> _DESCRIPTION OF THE TASK_: Every line in the listing below from the one with "0, curves: Math.round(n" through the one with "export const ugFigure" is to be reproduced exactly, both ends included; leave out the rest.
__________
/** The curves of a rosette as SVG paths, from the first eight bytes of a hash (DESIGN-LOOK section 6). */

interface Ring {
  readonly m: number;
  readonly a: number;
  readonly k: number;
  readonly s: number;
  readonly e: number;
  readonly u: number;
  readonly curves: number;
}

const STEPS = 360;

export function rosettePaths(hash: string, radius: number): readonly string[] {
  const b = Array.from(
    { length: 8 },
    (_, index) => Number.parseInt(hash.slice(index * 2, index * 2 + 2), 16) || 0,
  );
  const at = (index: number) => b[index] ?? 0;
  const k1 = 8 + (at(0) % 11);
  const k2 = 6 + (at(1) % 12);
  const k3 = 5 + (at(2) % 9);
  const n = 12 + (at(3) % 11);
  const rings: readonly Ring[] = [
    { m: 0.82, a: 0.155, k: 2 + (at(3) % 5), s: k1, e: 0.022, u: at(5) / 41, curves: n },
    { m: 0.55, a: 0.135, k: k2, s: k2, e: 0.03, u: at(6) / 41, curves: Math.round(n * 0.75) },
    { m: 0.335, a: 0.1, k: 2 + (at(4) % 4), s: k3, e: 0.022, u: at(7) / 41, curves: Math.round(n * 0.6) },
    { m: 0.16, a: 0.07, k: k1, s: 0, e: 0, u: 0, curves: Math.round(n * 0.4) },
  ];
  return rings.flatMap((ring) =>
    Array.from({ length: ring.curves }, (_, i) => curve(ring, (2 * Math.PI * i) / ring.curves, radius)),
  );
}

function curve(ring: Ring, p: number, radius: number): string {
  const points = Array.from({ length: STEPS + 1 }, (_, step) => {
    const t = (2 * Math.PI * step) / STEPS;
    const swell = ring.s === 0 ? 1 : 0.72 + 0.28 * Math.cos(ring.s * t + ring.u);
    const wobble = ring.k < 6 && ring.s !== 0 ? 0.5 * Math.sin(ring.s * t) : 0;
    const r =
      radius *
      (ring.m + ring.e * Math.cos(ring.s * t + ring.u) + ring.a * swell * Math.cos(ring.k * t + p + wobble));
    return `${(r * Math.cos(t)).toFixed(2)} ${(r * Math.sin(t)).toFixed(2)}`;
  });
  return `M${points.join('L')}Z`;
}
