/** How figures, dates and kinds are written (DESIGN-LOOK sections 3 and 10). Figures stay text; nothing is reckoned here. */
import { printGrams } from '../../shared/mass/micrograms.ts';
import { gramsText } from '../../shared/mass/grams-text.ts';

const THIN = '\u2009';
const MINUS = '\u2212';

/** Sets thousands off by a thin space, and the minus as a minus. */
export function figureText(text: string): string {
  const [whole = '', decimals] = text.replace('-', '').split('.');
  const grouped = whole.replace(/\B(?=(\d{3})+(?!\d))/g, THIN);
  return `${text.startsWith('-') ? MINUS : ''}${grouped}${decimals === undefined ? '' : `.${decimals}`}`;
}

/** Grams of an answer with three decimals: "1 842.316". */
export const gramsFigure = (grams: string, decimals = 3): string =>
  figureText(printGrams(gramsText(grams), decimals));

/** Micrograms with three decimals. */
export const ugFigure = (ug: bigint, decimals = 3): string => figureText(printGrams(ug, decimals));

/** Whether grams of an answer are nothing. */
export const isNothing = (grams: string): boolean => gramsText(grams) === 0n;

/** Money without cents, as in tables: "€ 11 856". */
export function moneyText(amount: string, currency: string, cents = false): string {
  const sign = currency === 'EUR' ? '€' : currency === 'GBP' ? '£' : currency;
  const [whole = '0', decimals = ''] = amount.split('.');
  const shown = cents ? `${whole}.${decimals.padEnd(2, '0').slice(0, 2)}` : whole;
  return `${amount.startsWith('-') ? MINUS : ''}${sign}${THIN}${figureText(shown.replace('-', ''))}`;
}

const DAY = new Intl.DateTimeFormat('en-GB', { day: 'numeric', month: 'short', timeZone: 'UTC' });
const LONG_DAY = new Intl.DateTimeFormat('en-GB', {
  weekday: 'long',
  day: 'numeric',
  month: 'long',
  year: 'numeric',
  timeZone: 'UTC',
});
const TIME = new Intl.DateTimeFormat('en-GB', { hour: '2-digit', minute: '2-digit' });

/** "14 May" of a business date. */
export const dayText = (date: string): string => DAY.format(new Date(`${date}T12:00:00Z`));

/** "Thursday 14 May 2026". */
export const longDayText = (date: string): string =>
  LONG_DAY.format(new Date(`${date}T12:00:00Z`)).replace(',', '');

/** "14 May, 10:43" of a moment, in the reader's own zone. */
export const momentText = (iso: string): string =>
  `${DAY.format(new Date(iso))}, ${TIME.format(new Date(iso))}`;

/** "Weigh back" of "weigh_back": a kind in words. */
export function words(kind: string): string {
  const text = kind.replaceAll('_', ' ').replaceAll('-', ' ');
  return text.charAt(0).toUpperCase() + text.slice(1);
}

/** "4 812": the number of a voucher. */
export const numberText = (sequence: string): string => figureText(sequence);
__________
> _RESULT OF THIS EXERCISE_:
    { m: 0.16, a: 0.07, k: k1, s: 0, e: 0, u: 0, curves: Math.round(n * 0.4) },
  ];
  return rings.flatMap((ring) =>
    Array.from({ length: ring.curves }, (_, i) => curve(ring, (2 * Math.PI * i) / ring.curves, radius)),
  );
}

function curve(ring: Ring, p: number, radius: number): string {
  const points = Array.from({ length: STEPS + 1 }, (_, step) => {
    const t = (2 * Math.PI * step) / STEPS;
    const swell = ring.s === 0 ? 1 : 0.72 + 0.28 * Math.cos(ring.s * t + ring.u);
    const wobble = ring.k < 6 && ring.s !== 0 ? 0.5 * Math.sin(ring.s * t) : 0;
    const r =
      radius *
      (ring.m + ring.e * Math.cos(ring.s * t + ring.u) + ring.a * swell * Math.cos(ring.k * t + p + wobble));
    return `${(r * Math.cos(t)).toFixed(2)} ${(r * Math.sin(t)).toFixed(2)}`;
  });
  return `M${points.join('L')}Z`;
}
/** How figures, dates and kinds are written (DESIGN-LOOK sections 3 and 10). Figures stay text; nothing is reckoned here. */
import { printGrams } from '../../shared/mass/micrograms.ts';
import { gramsText } from '../../shared/mass/grams-text.ts';

const THIN = '\u2009';
const MINUS = '\u2212';

/** Sets thousands off by a thin space, and the minus as a minus. */
export function figureText(text: string): string {
  const [whole = '', decimals] = text.replace('-', '').split('.');
  const grouped = whole.replace(/\B(?=(\d{3})+(?!\d))/g, THIN);
  return `${text.startsWith('-') ? MINUS : ''}${grouped}${decimals === undefined ? '' : `.${decimals}`}`;
}

/** Grams of an answer with three decimals: "1 842.316". */
export const gramsFigure = (grams: string, decimals = 3): string =>
  figureText(printGrams(gramsText(grams), decimals));

/** Micrograms with three decimals. */
export const ugFigure = (ug: bigint, decimals = 3): string => figureText(printGrams(ug, decimals));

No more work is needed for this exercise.